If the Google version of S3 supports append, why not?
One reason these things don't support append is at some point they need to choose the "version" of the object. Usually this is done when an object upload has completed.
If they allow arbitrary appends to objects, then they would have a hard time assigning any type of ordering to them, as the concept of an object being "complete" would be thrown out the window.
(EDIT: and what does it mean to have a GET on an object, if you don't know the latest version to return?)
I think something like this could be implemented, but it would probably be an entirely different product that supported some specific traditional file operations (rename, ftruncate, link, etc) but had different scaling properties.
The real benefit of the new append blob is that you have a one-request append (instead of read list, upload block, commit list).
Also, append blobs (like block blobs) are limited to 50000 append operations.
A) Keep a consistent manifest of chunk range to keys.
B) Keep a ordered list of keys that represent the DAG.
In case A, you'll be able to assemble your blob in parallel even.
If you're happy with out of order appends, just use a container file format like Parquet where appends are actually additional file creations
After leaving that running over night, all of the files appeared to be uploaded... until the owner of the company needed to use them.
I'm still not sure if that's an exceptional use case, but it left a pretty bad taste in my mouth about S3 ever since.
I've considered "faking" the append functionality by making a new file per append action, then performing a periodic compaction.
Even compaction-via-combine-and-delete-old is clunky.
aws s3 combine --target s3://bucket-name/output-file.txt \
I've seen "eventually" consistent mean up to 24hrs in the face of problems. Several minutes seems common when versioning/bucket replication is enabled.

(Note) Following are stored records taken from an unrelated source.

#include <bathwright/speciation/session.hpp>
#include <numbers>

namespace bathwright::speciation {

double Equilibrium::pH() const { return -ln_activity[0] / std::numbers::ln10; }

Result<Solver> Solver::prepare(std::shared_ptr<const ChemicalSystem> system, activity::ModelKind kind,
                               units::Celsius t, activity::AcidSet acid_set) {
  if (system->convention() != activity::convention(kind))
    return Problem{
        Fault::inconsistent_data, std::string(activity::name(kind)),
        "these equilibria belong to the other convention: an attraction would be counted twice or not "
        "at all",
        "Equilibria::built_in of the convention of the model", ""};
  std::vector<activity::Solute> solutes;
  for (const SystemSpecies& species : system->species()) solutes.push_back({species.name, species.charge});
  auto model = activity::make_model(kind, solutes, t, {acid_set, system->zinc_set()}, system->interactions());
  if (!model) return model.problems();
  Solver solver;
  solver.system_ = std::move(system);
  solver.model_ = *std::move(model);
  solver.t_ = t;
  solver.acid_set_ = acid_set;
  const auto ln_K = [&](const SystemSpecies& row) { return row.constant.log10_at(t) * std::numbers::ln10; };
  for (const SystemSpecies& species : solver.system_->species())
    solver.ln_K_.species.push_back(ln_K(species));
  for (const SystemSolid& solid : solver.system_->solids()) solver.ln_K_.solids.push_back(ln_K(solid));
  for (const SystemSpecies& gas : solver.system_->gases()) solver.ln_K_.gases.push_back(ln_K(gas));
  return solver;
}

Result<Solver> Solver::at_temperature(units::Celsius t) const {
  return prepare(system_, model_->kind(), t, acid_set_);
}

bool Solver::covers(std::size_t solid) const {
  constexpr double margin_C = 1;
  const SystemSolid& row = system_->solids()[solid];
  // A constant known at one temperature only is still the best guess elsewhere; the user is told.
  if (row.min_C == row.max_C) return true;
  return t_.v >= row.min_C - margin_C && t_.v <= row.max_C + margin_C;
}

Result<Equilibrium> Solver::solve(const Task& task) const {
  Equilibrium answer;
  if (const Outcome solved = Session(*this).solve(task, answer); !solved) return solved.problems();
  return answer;
}

}  // namespace bathwright::speciation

1. Start a multipart object upload
2. Issue "Upload Part - Copy" requests for each part of an object ( http://docs.aws.amazon.com/AmazonS3/latest/API/mpUploadUploadPartCopy.html )
3. Complete the multipart object upload
1. Enable bucket versioning
2. Download the parsed S3 objects
3. Start a multipart object upload to S3 with the specified target object as the object name
4. Reupload the parsed S3 objects as parts of a single multipart object upload
5. Delete the previous parsed objects once the multipart object upload is complete (a delete marker should be added to the top of the version stack, but the previously stored version should still be available if you specify its handle/version id).
Why do people who ask questions fall slightly short of providing enough information to meaningfully answer them?